The Bid Documents in the J.A. Jones case stated that bids had to be submitted "... no later than 2:00 pm, April 10, 1985."  J.A. Jones submitted its bid before the 2:00 p.m. deadline; two other bidders did not.  The apparent low bid was submitted at 2:03 pm, three minutes late. J.A. Jones' bid was the second lowest bid, approximately $10,500 more than the bid by the apparent low bidder for a contract in which all bids received exceeded $13 million.

Initially, the City rejected the apparent low bid as untimely, but the bidder asked the City to check the accuracy of the bid clocks.  The City determined that, at 5:00 p.m. on April 10, the bid clock was 3 minutes fast and awarded the contract to the apparent low bidder. The record, however, showed the clock was never found fast in the years before or after 5:00 p. m., April 10, 1985, and no one could say that the clock was three minutes fast at 2:00 p. m. that day.

J.A. Jones protested the City's consideration of the late bid in three separate letters to the City on April 10, 23, and 25th.  A City ordinance authorized frustrated bidders, like J.A. Jones, to submit protests by letter, and obligated the City to reply within 10 days with its reasoned decision.  Rather than respond to J.A. Jones' letters, the City engaged in an internal debate over whether ICC's bid was timely.  The City ultimately determined that the bid was late, but that a bid three minutes late was a minor deviation that could be waived in its discretion if it saved taxpayer money.

On appeal, the Georgia Court of Appeals held that a late bid was a material deviation from the requirements of the Bid Documents and that the City did not have discretion to waive the requirement because the late submission of a bid gives the late bidder an unfair advantage over other bidders.  The Court reasoned that time is critical to bidders, who often synchronize their watches to the bid clock so they can make significant last minute price changes.  "Indeed, Jones lowered its bid by over $4,000,000 in the last hours and by an additional $200,000 in the minutes before the bid was submitted.

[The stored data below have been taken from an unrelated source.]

import { readFileSync } from 'node:fs';
import { describe, expect, it } from 'vitest';
import { axe, openPage, shoot, type Theme, type Width } from '../fixtures/browser';

/** As the framework fills it in when not even the page of errors can be made. */
const FILLED = readFileSync('src/error.html', 'utf8')
	.replaceAll('%sveltekit.status%', '500')
	.replaceAll('%sveltekit.error.message%', 'Something broke here');

async function openErrorPage(width: Width, theme: Theme) {
	const opened = await openPage('/healthz', { width, theme });
	await opened.page.route('**/broken', (route) =>
		route.fulfill({ status: 200, contentType: 'text/html', body: FILLED })
	);
	await opened.page.goto('/broken');
	return opened;
}

describe('the page that stands in for all others', () => {
	it.each([
		[390, 'light'],
		[390, 'dark'],
		[1440, 'light'],
		[1440, 'dark']
	] as const)('is finished at %i px, %s', async (width, theme) => {
		const { page, complaints } = await openErrorPage(width, theme);
		expect(await axe(page)).toEqual([]);
		expect(await page.evaluate(() => document.documentElement.scrollWidth)).toBe(width);
		expect(complaints).toEqual([]);
		await shoot(page, 'error-page');
	});

	it('carries its styles in a file, as the policy asks', () => {
		expect(FILLED).not.toMatch(/<style|style=|<script/);
		expect(FILLED).not.toContain('%sveltekit');
	});
});
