import { afterAll, describe, expect, inject, it } from 'vitest';
import { machineClock } from '../../src/lib/server/clock';
import { inTransaction } from '../../src/lib/server/db';
import { giveNotice } from '../../src/lib/server/inbox';
import { ask } from '../fixtures/asking';
import { mailTo } from '../fixtures/mailbox';
import { addMember, builtDatabase } from '../fixtures/members';
import { expectSound, onPage } from '../fixtures/sound';

// What gives notices here stands beside the built server, and signs as it does.
process.env['DATABASE_URL'] = inject('builtDatabaseUrl');
process.env['AUTH_SECRET'] = inject('builtEnvironment')['AUTH_SECRET'];
process.env['ORIGIN'] = inject('origin');

const database = builtDatabase();
afterAll(() => database.close());

const SCRIPT = '<img src=x onerror=alert(1)>';

/** A mail that somebody was sent, with script where a division is named. */
async function sentMail() {
	const { id: user_id, email } = await addMember(database);
	await inTransaction(database, (transaction) =>
		giveNotice(
			{ database, transaction, clock: machineClock },
			{ user_id, template: 'role_changed', data: { role: 'moderator', areas: [SCRIPT] } }
		)
	);
	return { email, mail: await mailTo(email, /./) };
}

describe.each([
	['with script', true],
	['without script', false]
])('the mailbox of a demonstration, %s', (_how, script) => {
	it('lists what was sent to whom, and opens it in both its forms', async () => {
		const { email, mail } = await sentMail();
		await onPage(
			'/mailbox',
			async (page) => {
				if (script) await expectSound(page, 'mailbox');
				const row = page.getByRole('row').filter({ hasText: email });
				await row.getByRole('link', { name: mail.subject }).click();
				await page.waitForURL(`**/mailbox/${mail.id}`);
				expect(await page.locator('h1').innerText()).toBe(mail.subject);
				expect(await page.locator('pre').innerText()).toContain(SCRIPT);
				expect(await page.locator('iframe').getAttribute('sandbox')).toBe('');
				if (script) await expectSound(page, 'mailbox-mail');
			},
			{ script }
		);
	});
});

describe('a mail in the mailbox', () => {
	it('is shown as formatted where nothing of it can run, load or send', async () => {
		const { mail } = await sentMail();
		const { status, headers, body } = await ask(`/mailbox/${mail.id}/html`);
		expect(status).toBe(200);
		expect(headers['content-security-policy']).toMatch(
			/^default-src 'none'.*form-action 'none'.*sandbox$/
		);
		expect(body).not.toContain(SCRIPT);
		expect(body).toContain('&lt;img src=x');
	});

	it.each(['none', '..%2F..%2Fpackage.json', '0'.repeat(400)])(
		'of no such name is not found: %s',
		async (name) => {
			expect((await ask(`/mailbox/${name}`)).status).toBe(404);
			expect((await ask(`/mailbox/${name}/html`)).status).toBe(404);
		}
	);
});
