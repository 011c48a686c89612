namespace ScopeReader.Harmonics;

/// <summary>What rounding to a converter's steps does to a line, as peak amplitudes.</summary>
/// <param name="Likely">The largest that the wave itself shows over the places where its levels may lie between the codes.</param>
/// <param name="Most">The largest that any wave of such noise could show: nothing below it can be told from rounding.</param>
internal readonly record struct StepError(double Likely, double Most);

Thus, even without [the late bidder] knowing the amounts of the other bids, a late bidder gained an important advantage by gaining additional time to revise its bid."

The Court of Appeals also held that the City's failure to timely respond to J.A. Jones' protest letters was a violation of due process that denied Jones the right to be heard in a meaningful time and manner, and to provide an adequate remedy to redress the wrong, which entitled J.A. Jones to damages of $375,000, in addition to $522,125.05 for anticipated profits. The Georgia Supreme Court reversed the damages award, explaining that "when, as here, a governmental entity has frustrated the bid process and awarded the contract to an unqualified bidder, the injured low bidder may bring an action for appropriate relief. [] However, a low bidder whose bid is unfairly rejected is only entitled to an award of reasonable costs of bid preparation," which for Jones was $22,125.05.

Bid protests are often asserted to determine whether a bidder's failure to follow the Bid Documents makes its bid non-responsive. But these protests are rarely successful because courts generally defer to the public entity's decision about whether a deviation was material or not, unless the public entity failed to follow the legal procedure for making such a decision.


1 See, e.g., Lift Power, Inc., Comp Gen. Dec. B-182604, 75-1 CPD ¶ 13 (finding a bid nonresponsive where a contractor reserved the right in the bid to change the price if costs should increase).

2 280 Ga. 210, 626 S.E.2d 471 (2006).

3 195 Ga. App. 72, 392 S.E.2d 564 (1990) cert. granted, (May 3, 1990) and judgment rev'd, 260 Ga. 658, 398 S.E.2d 369 (1990), on remand to, 198 Ga. App. 345, 402 S.E.2d 554 (1991)

The content of this article is intended to provide a general guide to the subject matter. Specialist advice should be sought about your specific circumstances.